→ **Work to be completed**: Please restate exactly what appears in the records below from the first line to the line where "open, onToggle, onMade" is, that line included.

→ **Supplied records**:

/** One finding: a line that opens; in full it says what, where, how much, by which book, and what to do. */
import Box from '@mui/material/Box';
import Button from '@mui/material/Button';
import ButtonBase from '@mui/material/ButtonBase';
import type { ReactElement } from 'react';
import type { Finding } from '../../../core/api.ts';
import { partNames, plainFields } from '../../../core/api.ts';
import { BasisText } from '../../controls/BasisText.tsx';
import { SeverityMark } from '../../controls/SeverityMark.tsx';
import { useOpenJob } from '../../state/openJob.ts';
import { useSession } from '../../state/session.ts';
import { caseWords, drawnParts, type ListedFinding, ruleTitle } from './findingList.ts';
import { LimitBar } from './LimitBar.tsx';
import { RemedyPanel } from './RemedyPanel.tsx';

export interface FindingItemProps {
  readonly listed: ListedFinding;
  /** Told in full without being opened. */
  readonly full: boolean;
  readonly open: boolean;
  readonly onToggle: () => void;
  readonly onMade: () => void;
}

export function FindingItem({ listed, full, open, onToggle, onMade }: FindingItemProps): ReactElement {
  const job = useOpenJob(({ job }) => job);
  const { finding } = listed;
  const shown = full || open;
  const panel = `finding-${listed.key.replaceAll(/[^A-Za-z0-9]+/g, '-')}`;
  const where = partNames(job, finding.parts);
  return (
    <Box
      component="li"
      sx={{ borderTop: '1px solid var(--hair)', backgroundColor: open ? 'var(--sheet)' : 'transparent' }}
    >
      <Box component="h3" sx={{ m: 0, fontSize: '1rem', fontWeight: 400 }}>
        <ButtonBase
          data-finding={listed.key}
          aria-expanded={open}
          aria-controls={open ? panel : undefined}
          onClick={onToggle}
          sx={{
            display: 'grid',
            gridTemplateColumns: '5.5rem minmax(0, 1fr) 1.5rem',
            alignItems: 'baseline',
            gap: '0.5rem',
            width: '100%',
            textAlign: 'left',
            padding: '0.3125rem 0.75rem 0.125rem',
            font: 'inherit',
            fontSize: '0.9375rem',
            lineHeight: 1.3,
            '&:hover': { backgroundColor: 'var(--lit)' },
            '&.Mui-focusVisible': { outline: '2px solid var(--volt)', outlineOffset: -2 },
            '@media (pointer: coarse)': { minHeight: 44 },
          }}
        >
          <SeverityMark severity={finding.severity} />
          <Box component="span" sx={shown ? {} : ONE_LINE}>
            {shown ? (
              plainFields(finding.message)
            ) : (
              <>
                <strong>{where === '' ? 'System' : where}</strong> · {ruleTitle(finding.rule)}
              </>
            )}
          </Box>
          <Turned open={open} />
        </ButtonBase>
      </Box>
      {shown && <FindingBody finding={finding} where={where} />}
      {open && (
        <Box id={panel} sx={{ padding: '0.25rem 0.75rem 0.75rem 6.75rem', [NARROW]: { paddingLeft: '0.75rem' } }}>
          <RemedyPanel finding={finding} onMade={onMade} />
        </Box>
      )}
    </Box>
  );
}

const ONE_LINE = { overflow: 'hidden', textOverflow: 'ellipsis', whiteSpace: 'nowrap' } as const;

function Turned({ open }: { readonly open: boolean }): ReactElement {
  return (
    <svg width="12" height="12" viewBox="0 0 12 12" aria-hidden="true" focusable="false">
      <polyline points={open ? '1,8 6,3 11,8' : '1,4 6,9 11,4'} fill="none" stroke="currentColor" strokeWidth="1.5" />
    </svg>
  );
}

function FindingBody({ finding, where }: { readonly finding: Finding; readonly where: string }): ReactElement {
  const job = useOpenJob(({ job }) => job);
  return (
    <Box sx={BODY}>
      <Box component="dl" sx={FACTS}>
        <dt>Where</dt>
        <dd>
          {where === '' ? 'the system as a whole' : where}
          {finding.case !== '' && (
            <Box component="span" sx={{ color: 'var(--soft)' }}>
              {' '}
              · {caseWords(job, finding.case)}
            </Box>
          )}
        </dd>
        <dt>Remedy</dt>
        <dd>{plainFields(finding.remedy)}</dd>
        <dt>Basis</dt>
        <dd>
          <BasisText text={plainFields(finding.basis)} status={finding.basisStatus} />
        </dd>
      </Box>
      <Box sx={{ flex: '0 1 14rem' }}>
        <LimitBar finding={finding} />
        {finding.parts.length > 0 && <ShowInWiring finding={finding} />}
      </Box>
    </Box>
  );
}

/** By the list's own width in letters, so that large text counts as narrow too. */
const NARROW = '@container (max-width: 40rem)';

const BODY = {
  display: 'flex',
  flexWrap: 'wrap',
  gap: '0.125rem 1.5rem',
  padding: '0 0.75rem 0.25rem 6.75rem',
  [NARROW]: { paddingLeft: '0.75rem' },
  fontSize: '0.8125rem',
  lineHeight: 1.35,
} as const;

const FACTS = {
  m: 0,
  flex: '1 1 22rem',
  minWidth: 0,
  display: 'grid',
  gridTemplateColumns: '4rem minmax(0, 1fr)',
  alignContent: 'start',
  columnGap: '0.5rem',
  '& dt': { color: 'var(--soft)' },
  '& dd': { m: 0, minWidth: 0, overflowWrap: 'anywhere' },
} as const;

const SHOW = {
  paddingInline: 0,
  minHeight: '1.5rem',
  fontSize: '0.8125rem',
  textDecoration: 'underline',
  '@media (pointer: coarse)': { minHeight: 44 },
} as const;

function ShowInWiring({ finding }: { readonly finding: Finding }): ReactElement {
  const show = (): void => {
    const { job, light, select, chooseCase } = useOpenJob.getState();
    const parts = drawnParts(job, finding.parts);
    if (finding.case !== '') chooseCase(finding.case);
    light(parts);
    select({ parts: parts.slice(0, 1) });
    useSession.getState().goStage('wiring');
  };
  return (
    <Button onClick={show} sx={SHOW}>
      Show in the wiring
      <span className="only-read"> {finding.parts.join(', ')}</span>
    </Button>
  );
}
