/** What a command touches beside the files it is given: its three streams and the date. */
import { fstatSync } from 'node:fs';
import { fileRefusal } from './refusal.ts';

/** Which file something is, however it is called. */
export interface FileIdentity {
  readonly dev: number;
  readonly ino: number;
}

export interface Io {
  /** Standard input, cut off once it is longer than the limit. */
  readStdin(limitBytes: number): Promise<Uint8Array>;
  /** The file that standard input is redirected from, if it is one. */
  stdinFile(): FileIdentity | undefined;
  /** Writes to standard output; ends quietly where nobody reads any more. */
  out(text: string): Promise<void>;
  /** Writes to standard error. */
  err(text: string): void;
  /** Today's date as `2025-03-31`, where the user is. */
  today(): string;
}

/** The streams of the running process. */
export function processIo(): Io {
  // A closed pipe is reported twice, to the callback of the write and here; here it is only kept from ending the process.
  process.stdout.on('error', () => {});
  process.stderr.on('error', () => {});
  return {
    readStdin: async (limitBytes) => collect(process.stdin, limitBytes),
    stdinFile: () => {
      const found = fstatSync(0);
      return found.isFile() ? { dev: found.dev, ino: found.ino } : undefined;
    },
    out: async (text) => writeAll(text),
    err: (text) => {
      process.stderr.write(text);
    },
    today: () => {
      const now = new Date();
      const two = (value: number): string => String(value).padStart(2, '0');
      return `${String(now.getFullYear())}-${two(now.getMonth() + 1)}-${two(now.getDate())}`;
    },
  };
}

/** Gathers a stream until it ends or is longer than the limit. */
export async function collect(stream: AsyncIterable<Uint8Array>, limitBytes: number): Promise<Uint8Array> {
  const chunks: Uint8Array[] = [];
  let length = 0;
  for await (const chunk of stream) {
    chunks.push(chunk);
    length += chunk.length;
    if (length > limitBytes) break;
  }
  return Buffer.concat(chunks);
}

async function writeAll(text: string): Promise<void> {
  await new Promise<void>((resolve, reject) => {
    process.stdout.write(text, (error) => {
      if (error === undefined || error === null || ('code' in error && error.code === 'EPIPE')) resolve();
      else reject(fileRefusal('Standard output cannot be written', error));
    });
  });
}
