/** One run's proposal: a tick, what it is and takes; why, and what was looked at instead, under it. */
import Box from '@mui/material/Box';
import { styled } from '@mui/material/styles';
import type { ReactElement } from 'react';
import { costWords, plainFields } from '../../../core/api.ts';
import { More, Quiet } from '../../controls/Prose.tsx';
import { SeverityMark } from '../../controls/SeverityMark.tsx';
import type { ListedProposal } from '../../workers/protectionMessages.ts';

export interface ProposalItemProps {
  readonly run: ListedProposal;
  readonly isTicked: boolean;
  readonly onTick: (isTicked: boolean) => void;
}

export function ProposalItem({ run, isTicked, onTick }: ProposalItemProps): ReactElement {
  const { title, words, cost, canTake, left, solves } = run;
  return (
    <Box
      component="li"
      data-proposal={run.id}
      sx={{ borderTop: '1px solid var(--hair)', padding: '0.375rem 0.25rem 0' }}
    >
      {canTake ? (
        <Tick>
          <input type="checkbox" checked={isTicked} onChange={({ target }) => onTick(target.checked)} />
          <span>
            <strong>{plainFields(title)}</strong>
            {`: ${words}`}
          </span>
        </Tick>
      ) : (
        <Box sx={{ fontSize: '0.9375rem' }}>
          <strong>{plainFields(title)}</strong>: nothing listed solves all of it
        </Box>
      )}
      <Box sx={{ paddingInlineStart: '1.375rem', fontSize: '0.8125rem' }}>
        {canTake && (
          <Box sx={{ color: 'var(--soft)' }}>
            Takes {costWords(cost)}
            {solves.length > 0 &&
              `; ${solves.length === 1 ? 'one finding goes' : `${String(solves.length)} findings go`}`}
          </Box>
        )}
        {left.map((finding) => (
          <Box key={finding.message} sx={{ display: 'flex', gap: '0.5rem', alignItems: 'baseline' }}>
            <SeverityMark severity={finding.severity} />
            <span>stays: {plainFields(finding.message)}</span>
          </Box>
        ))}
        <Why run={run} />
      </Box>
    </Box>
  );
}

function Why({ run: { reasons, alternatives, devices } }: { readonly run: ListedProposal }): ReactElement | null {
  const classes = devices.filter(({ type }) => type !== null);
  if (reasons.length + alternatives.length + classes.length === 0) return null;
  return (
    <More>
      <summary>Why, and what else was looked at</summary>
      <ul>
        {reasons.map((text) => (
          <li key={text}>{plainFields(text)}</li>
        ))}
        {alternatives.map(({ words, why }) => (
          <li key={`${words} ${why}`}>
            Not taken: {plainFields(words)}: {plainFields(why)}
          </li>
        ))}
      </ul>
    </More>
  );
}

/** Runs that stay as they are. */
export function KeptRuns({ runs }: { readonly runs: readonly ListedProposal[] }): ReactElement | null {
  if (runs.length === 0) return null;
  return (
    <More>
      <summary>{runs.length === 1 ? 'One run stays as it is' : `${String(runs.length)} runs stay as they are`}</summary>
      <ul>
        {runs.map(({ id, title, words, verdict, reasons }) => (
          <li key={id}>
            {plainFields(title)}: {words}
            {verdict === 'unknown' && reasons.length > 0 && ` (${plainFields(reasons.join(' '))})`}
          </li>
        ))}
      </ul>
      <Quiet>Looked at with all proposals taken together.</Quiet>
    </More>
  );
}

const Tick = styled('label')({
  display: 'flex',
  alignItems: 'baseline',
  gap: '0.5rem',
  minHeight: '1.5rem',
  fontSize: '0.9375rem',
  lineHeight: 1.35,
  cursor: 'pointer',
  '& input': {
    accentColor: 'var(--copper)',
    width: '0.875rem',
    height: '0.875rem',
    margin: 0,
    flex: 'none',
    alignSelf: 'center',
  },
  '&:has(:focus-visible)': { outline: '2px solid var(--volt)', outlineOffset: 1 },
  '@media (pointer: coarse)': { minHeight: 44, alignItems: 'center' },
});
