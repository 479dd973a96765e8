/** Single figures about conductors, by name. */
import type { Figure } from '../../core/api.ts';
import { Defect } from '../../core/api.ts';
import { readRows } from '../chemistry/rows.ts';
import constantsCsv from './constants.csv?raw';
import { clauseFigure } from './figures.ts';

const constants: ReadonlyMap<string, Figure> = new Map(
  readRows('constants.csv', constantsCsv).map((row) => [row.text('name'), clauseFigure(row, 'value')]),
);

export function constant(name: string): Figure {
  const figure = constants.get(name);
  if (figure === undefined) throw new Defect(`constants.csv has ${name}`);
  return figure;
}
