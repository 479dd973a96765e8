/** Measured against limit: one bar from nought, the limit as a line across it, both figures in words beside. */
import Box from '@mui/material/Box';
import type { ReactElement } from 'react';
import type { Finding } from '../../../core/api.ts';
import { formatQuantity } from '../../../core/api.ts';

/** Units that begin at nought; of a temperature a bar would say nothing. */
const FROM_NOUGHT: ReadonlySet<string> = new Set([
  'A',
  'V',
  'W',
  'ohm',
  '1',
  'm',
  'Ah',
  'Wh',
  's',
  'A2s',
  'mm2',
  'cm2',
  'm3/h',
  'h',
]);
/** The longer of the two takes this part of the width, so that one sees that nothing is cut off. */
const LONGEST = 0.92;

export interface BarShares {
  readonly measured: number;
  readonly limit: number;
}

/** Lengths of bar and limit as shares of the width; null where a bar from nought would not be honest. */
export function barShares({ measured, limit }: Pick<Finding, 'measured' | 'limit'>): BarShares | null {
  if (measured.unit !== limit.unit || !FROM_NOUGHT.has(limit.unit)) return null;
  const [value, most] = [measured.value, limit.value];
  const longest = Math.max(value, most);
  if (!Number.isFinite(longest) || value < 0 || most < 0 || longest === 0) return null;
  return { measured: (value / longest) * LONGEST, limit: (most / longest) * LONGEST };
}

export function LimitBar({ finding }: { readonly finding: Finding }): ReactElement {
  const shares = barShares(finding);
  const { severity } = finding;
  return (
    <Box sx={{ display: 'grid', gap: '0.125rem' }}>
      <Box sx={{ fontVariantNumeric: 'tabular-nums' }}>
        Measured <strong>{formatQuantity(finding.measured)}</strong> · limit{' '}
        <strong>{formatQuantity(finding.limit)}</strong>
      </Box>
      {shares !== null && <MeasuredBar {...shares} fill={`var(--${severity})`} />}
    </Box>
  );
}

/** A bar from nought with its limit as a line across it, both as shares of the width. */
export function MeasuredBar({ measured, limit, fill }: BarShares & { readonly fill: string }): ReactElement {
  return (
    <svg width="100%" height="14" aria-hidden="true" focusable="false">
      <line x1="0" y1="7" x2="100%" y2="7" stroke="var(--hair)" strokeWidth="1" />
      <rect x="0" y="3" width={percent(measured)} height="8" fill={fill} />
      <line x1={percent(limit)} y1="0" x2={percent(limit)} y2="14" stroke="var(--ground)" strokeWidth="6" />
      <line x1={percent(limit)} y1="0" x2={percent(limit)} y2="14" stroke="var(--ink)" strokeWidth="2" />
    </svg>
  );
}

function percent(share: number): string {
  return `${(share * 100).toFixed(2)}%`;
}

→ **Result for this exercise**:
/** One finding: a line that opens; in full it says what, where, how much, by which book, and what to do. */
import Box from '@mui/material/Box';
import Button from '@mui/material/Button';
import ButtonBase from '@mui/material/ButtonBase';
import type { ReactElement } from 'react';
import type { Finding } from '../../../core/api.ts';
import { partNames, plainFields } from '../../../core/api.ts';
import { BasisText } from '../../controls/BasisText.tsx';
import { SeverityMark } from '../../controls/SeverityMark.tsx';
import { useOpenJob } from '../../state/openJob.ts';
import { useSession } from '../../state/session.ts';
import { caseWords, drawnParts, type ListedFinding, ruleTitle } from './findingList.ts';
import { LimitBar } from './LimitBar.tsx';
import { RemedyPanel } from './RemedyPanel.tsx';

export interface FindingItemProps {
  readonly listed: ListedFinding;
  /** Told in full without being opened. */
  readonly full: boolean;
  readonly open: boolean;
  readonly onToggle: () => void;
  readonly onMade: () => void;
}

export function FindingItem({ listed, full, open, onToggle, onMade }: FindingItemProps): ReactElement {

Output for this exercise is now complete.